*TASK DETAILS*:
The required answer is each line in the entries below where "Natural" occurs.

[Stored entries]

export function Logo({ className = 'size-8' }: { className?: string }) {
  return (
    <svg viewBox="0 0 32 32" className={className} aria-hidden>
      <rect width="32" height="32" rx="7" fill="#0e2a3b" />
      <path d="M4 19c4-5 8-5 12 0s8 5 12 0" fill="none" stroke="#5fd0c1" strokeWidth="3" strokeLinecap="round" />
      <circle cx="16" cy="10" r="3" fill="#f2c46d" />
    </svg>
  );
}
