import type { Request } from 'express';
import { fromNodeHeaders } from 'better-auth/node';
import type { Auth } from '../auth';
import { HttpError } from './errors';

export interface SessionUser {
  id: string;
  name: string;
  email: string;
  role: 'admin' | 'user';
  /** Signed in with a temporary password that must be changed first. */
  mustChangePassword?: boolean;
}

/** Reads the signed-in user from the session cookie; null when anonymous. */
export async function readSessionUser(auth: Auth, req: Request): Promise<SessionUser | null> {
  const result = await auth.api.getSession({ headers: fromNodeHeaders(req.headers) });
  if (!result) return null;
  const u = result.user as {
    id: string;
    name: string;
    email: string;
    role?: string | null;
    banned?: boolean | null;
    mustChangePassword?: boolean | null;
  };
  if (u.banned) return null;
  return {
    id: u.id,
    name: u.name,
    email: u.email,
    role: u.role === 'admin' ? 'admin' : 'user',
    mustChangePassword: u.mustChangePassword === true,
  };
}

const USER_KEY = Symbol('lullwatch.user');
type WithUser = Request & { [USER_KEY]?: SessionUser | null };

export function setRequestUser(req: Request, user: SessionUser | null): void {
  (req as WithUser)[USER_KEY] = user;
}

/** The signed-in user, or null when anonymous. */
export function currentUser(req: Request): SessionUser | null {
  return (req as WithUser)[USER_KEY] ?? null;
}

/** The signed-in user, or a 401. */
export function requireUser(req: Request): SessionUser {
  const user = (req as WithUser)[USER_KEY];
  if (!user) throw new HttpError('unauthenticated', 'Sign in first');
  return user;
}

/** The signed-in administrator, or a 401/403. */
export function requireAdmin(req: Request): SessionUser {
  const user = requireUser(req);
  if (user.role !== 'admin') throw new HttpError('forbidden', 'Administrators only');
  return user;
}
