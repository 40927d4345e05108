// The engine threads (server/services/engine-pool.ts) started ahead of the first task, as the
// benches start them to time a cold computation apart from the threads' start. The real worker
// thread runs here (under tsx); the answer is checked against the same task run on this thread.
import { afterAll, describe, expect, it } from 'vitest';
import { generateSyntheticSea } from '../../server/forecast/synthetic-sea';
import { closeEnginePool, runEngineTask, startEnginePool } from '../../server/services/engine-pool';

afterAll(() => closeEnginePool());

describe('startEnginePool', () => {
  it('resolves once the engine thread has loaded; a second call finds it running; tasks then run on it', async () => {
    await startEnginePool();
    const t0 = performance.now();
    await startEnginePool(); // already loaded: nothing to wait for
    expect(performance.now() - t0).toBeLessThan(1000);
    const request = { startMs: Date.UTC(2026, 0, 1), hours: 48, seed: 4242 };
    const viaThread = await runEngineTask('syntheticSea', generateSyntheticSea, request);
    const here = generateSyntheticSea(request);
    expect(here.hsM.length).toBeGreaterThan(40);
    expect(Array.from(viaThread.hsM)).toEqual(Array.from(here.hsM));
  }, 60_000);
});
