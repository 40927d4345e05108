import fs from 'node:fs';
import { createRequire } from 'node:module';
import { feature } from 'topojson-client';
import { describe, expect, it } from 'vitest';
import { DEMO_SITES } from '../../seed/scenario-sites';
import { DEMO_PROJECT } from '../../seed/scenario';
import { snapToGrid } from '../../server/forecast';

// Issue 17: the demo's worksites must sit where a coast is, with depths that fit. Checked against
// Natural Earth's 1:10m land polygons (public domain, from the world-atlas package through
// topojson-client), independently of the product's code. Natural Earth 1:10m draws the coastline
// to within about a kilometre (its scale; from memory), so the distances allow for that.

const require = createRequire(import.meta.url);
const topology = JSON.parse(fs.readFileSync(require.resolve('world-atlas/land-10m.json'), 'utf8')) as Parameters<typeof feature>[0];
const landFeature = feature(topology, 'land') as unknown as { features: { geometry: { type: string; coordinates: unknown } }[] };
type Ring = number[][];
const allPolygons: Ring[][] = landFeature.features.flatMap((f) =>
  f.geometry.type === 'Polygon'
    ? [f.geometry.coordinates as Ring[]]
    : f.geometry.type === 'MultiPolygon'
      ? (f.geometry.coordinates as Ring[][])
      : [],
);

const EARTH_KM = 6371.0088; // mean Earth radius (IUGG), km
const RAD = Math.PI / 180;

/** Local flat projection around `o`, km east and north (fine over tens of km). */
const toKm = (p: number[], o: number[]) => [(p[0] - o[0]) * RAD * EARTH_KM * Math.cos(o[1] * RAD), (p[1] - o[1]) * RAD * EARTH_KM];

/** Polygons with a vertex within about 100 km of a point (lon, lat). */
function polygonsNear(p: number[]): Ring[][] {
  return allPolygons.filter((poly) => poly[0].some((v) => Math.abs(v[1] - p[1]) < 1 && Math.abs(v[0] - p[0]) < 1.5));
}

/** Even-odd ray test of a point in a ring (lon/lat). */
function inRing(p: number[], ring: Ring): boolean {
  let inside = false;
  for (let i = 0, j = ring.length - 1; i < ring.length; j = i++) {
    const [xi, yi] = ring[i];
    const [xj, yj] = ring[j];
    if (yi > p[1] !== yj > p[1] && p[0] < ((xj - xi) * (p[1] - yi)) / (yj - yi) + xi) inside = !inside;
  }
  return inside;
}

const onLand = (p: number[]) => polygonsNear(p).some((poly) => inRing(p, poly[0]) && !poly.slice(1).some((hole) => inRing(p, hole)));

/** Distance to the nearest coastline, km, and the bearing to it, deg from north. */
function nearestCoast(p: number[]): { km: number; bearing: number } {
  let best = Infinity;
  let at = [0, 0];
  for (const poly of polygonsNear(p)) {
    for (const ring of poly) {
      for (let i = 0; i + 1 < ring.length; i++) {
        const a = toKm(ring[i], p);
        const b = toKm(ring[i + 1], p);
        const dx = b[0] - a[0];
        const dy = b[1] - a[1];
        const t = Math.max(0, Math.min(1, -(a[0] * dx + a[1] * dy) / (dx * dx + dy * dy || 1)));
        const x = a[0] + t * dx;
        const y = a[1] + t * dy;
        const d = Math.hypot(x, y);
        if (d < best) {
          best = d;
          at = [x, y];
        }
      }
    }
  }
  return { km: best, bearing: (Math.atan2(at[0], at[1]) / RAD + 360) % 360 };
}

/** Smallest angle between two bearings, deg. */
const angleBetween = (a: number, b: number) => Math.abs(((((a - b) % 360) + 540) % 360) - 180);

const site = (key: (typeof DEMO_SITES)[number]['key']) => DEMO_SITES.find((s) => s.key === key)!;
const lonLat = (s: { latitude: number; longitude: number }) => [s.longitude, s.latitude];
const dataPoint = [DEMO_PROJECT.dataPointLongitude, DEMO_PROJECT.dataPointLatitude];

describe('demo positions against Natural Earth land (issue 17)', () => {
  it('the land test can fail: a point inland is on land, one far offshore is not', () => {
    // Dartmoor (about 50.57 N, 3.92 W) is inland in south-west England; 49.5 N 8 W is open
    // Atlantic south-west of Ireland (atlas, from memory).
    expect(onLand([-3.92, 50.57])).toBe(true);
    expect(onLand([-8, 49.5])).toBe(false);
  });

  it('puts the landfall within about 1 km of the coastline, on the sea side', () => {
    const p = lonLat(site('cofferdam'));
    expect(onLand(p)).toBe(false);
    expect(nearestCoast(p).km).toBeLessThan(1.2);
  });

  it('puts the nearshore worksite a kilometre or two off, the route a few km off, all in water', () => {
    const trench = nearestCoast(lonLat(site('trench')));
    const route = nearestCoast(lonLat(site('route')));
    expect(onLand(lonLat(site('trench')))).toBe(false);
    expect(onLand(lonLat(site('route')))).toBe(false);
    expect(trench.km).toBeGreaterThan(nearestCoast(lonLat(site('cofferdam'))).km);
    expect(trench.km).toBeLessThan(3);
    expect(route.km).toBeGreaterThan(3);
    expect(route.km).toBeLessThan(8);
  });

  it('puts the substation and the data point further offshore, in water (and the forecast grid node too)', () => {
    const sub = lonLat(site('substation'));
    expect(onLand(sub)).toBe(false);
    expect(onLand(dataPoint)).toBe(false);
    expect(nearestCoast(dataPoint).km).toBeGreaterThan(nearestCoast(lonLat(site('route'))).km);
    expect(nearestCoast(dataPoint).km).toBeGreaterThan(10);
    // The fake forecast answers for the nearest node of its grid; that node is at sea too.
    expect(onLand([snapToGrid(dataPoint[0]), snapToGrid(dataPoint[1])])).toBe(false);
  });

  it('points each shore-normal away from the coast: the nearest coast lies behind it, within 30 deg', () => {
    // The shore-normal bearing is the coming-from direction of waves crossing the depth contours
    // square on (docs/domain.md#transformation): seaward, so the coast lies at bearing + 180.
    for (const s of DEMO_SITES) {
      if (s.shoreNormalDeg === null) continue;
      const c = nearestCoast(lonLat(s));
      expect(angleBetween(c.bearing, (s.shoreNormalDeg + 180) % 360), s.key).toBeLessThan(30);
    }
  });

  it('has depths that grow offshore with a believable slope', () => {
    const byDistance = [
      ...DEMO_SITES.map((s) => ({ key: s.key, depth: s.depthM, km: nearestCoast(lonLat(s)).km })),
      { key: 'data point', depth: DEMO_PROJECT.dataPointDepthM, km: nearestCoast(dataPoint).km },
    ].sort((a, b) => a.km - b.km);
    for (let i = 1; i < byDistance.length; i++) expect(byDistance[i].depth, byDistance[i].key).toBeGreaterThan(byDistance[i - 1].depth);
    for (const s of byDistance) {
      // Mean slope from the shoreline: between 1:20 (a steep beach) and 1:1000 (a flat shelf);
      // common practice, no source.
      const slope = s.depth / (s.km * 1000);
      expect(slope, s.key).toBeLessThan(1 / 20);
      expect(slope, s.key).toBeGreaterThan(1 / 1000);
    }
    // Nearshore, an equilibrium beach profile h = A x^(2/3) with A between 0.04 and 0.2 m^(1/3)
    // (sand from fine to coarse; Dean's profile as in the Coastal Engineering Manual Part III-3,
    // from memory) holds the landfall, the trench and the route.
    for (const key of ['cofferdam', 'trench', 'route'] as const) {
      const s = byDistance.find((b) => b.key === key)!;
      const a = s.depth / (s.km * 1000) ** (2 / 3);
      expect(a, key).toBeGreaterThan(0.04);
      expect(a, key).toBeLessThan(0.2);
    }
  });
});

*PROBLEM SOLUTION*:
// Natural Earth's 1:10m land polygons (public domain, from the world-atlas package through
// topojson-client), independently of the product's code. Natural Earth 1:10m draws the coastline
describe('demo positions against Natural Earth land (issue 17)', () => {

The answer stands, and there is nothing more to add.